Laki-laki yang memperoleh penghasilan lebih kecil dari istrinya biasanya mengalami tekanan psikologis berupa rasa sakit secara emosi. Sebuah penelitian menunjukkan laki-laki yang secara finansial tergantung pada istrinya lebih memungkinkan untuk melakukan selingkuh.
Pria lima kali lebih mungkin untuk melakukan penipuan atau perselingkuhan jika penghasilannya di bawah istri. Para peneliti percaya bahwa beberapa laki-laki ini berusaha mencari orang lain untuk mengimbangi rasa sakit emosional karena merasa hilangnya status sebagai pencari nafkah.
Sebuah studi kontroversial lainnya pernah dilakukan oleh peneliti dari Cornell University yang menunjukkan bahwa adanya kesenjangan penghasilan antara laki-laki dengan perempuan memungkinkan terjadinya ketidakstabilan pada pernikahannya.
Peneliti mengungkapkan bahwa rahasia hubungan yang setia dan abadi adalah perempuan memiliki penghasilan yang 25 persen lebih kecil dibandingkan dengan suaminya. Hal ini akan mempersempit kesenjangan dan lebih memungkinkan bagi seseorang untuk menjadi setia.
Tapi laki-laki yang memiliki penghasilan jauh lebih tinggi dibandingkan istrinya, juga memungkinkan bagi laki-laki tersebut untuk melakukan perselingkuhan atau memiliki istri lagi.
"Pada satu sisi laki-laki yang memiliki penghasilan kurang dari istrinya dapat mengancam identitas gender laki-laki sebagai pencari nafkah. Tapi di sisi lain laki-laki yang memiliki penghasilan lebih tinggi juga memungkinkan untuk melakukan kecurangan atau perselingkuhan," ujar sosiolog yang menjadi ketua penelitian ini, Christin Munsch, seperti dikutip dari Telegraph, Rabu (18/8/2010).
Munsch menambahkan bahwa orang-orang yang melakukan perselingkuhan kemungkinan disebabkan adanya perasaan tidak bahagia. Hal inilah yang mendorong seseorang untuk mencari kebahagiaan lain dengan orang lain.

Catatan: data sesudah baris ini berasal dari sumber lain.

/**
 * Drives the real listening page in headless Chromium (Debian's `chromium`, installed by .ci/run):
 * opened from disk, every player loads, switching keeps the position, a short blind session is
 * answered through the page's buttons and its score read back. Hostile labels must stay text.
 */
import { existsSync, readdirSync, readFileSync, writeFileSync } from 'node:fs';
import path from 'node:path';
import { pathToFileURL } from 'node:url';
import { afterAll, beforeAll, describe, expect, it } from 'vitest';
import { chromium, type Browser, type Page } from 'playwright-core';
import { runCompare, type CompareResult } from '../../src/compare/runCompare.js';
import { readVariantsFile } from '../../src/compare/variants.js';
import { expectClose } from '../helpers/expectClose.js';
import { makeTempDir, NIGHT_DRIVE, writeDemoTake } from './compareFixtures.js';

const CHROMIUM = '/usr/bin/chromium';
const haveChromium = existsSync(CHROMIUM);
if (!haveChromium) console.warn(`listening page browser test skipped: ${CHROMIUM} not found (apt-get install chromium)`);

const HOSTILE = '<script>alert(1)</script>';
const TAKE_SECONDS = 1.5;

/** The page's test view of a take (window.clipbenchPage), as far as these tests read it. */
interface PageTake {
  active: string;
}
declare const window: { clipbenchPage: { takes: PageTake[] } };
declare const document: {
  querySelectorAll(selector: string): ArrayLike<{ dataset: Record<string, string>; muted: boolean; currentTime: number; readyState: number; duration: number; textContent: string }>;
  dispatchEvent(event: unknown): boolean;
};
declare const KeyboardEvent: new (type: string, init: { key: string }) => unknown;

let dir: string;
let out: string;
let result: CompareResult;
let browser: Browser;
let page: Page;
const dialogs: string[] = [];
const pageErrors: string[] = [];
const networkRequests: string[] = [];

beforeAll(async () => {
  if (!haveChromium) return;
  dir = makeTempDir('listen');
  out = path.join(dir, 'out');
  const take = await writeDemoTake(dir, 'take.wav', TAKE_SECONDS);
  const variantsFile = path.join(dir, 'variants.json');
  writeFileSync(
    variantsFile,
    JSON.stringify({
      variants: [
        { label: HOSTILE, set: { 'clip.diode': '1n4148' } },
        { label: '../../x', set: { 'clip.diode': '1n34a' } },
      ],
    }),
  );
  result = await runCompare({
    designPath: NIGHT_DRIVE,
    inputPaths: [take],
    outputDir: out,
    variants: await readVariantsFile(variantsFile),
    commonOverrides: [],
    match: { targetLufs: -18, ceilingDbfs: -1 },
    oversample: 2,
    scale: { fullScaleVolts: 1 },
    bits: '16',
    dither: true,
    threads: 1,
  });
  browser = await chromium.launch({
    executablePath: CHROMIUM,
    headless: true,
    args: ['--no-sandbox', '--disable-gpu', '--disable-background-networking', '--disable-component-update', '--disable-sync', '--no-first-run', '--autoplay-policy=no-user-gesture-required'],
  });
  page = await browser.newPage();
  page.on('dialog', (dialog) => {
    dialogs.push(dialog.message());
    void dialog.dismiss();
  });
  page.on('pageerror', (error) => pageErrors.push(error.message));
  page.on('request', (request) => {
    if (!request.url().startsWith('file:')) networkRequests.push(request.url());
  });
  // #seed makes the blind trials repeatable; the answers below do not depend on it.
  await page.goto(`${pathToFileURL(result.pagePath).href}#seed=4242`);
});

afterAll(async () => {
  await browser?.close();
});

describe.skipIf(!haveChromium)('listening page in Chromium', () => {
  it('keeps hostile labels out of file names and out of the markup', () => {
    const names = readdirSync(out);
    for (const name of names) expect(name).toMatch(/^[A-Za-z0-9][A-Za-z0-9._-]*$/);
    expect(names.some((name) => name.includes('..'))).toBe(false);
    expect(existsSync(path.join(dir, 'x.wav'))).toBe(false);
    const html = readFileSync(result.pagePath, 'utf8');
    expect(html).not.toContain(HOSTILE);
    expect(html).toContain('&lt;script&gt;alert(1)&lt;/script&gt;');
    expect(html.match(/<script>/g)).toHaveLength(1);
  });

  it('loads every player from disk with no network, and shows labels as text', async () => {
    await page.waitForFunction(() => Array.from(document.querySelectorAll('audio')).every((a) => a.readyState >= 1), null, { timeout: 15_000 });
    const players = await page.evaluate(() => Array.from(document.querySelectorAll('audio')).map((a) => ({ key: a.dataset.key, duration: a.duration })));
    expect(players.map((p) => p.key)).toEqual(['0', '1', '2']);
    for (const player of players) expectClose(player.duration, TAKE_SECONDS, { atol: 0.01 });
    const buttons = await page.evaluate(() => Array.from(document.querySelectorAll('button.choice')).map((b) => b.textContent));
    expect(buttons).toEqual(['0dry', `1${HOSTILE}`, '2../../x']);
    expect(dialogs).toEqual([]);
    expect(pageErrors).toEqual([]);
    expect(networkRequests).toEqual([]);
  });

  it('switches players instantly at the same playback position', async () => {
    await page.click('section.take [data-action=play]');
    await page.waitForTimeout(600);
    const switched = await page.evaluate(() => {
      const audios = Array.from(document.querySelectorAll('audio'));
      const before = audios.find((a) => !a.muted);
      const positionBefore = before ? before.currentTime : NaN;
      document.dispatchEvent(new KeyboardEvent('keydown', { key: '2' }));
      const after = audios.filter((a) => !a.muted);
      return {
        positionBefore,
        unmuted: after.map((a) => a.dataset.key),
        positionAfter: after[0] ? after[0].currentTime : NaN,
        active: window.clipbenchPage.takes[0].active,
      };
    });
    expect(switched.active).toBe('2');
    expect(switched.unmuted).toEqual(['2']);
    expect(switched.positionBefore).toBeGreaterThan(0.2);
    expectClose(switched.positionAfter, switched.positionBefore, { atol: 0.06 });
  });

  it('runs a blind session through the buttons and reports score, p-value and labels', async () => {
    await page.selectOption('[data-role=pick-1]', '1');
    await page.selectOption('[data-role=pick-2]', '2');
    await page.fill('[data-role=trials]', '5');
    await page.click('[data-action=blind-start]');
    const activeKey = (): Promise<string> => page.evaluate(() => window.clipbenchPage.takes[0].active);
    for (let trial = 0; trial < 5; trial++) {
      await page.click('[data-listen=a]');
      const a = await activeKey();
      await page.click('[data-listen=x]');
      const x = await activeKey();
      const xIsA = x === a;
      const answerRight = trial < 3;
      await page.click(`[data-answer=${xIsA === answerRight ? 'a' : 'b'}]`);
    }
    const shown = await page.evaluate(() => {
      const data = Array.from(document.querySelectorAll('[data-role=blind-result]'))[0].dataset;
      const text = (role: string) => Array.from(document.querySelectorAll(`[data-role=${role}]`))[0].textContent;
      return { correct: data.correct, trials: data.trials, p: data.p, score: text('score'), revealA: text('reveal-a'), revealB: text('reveal-b'), items: document.querySelectorAll('[data-role=trials-list] li').length };
    });
    expect(shown.correct).toBe('3');
    expect(shown.trials).toBe('5');
    expect(shown.score).toBe('3 of 5 correct');
    // Binomial distribution, textbook: P(K >= 3 | n = 5, p = 1/2) = (C(5,3) + C(5,4) + C(5,5)) / 32 = 16/32.
    expectClose(Number(shown.p), 16 / 32, { rtol: 1e-12 });
    expect([shown.revealA, shown.revealB].sort()).toEqual([`1. ${HOSTILE}`, '2. ../../x'].sort());
    expect(shown.items).toBe(5);
    expect(dialogs).toEqual([]);
    expect(pageErrors).toEqual([]);
  });
});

Namun perselingkuhan yang terjadi bisa memberikan dampak buruk bagi anak-anak dari pasangan, karena anak-anak butuh sosok panutan dari orangtuanya. Kondisi ini tentu saja bisa berdampak terhadap perkembangan psikologis si anak.
Kondisi ini juga bisa berdampak terhadap kesehatan pasangan tersebut, seperti menyebabkan stres, depresi atau yang paling parah dapat meningkatkan risiko terkena penyakit infeksi menular seksual.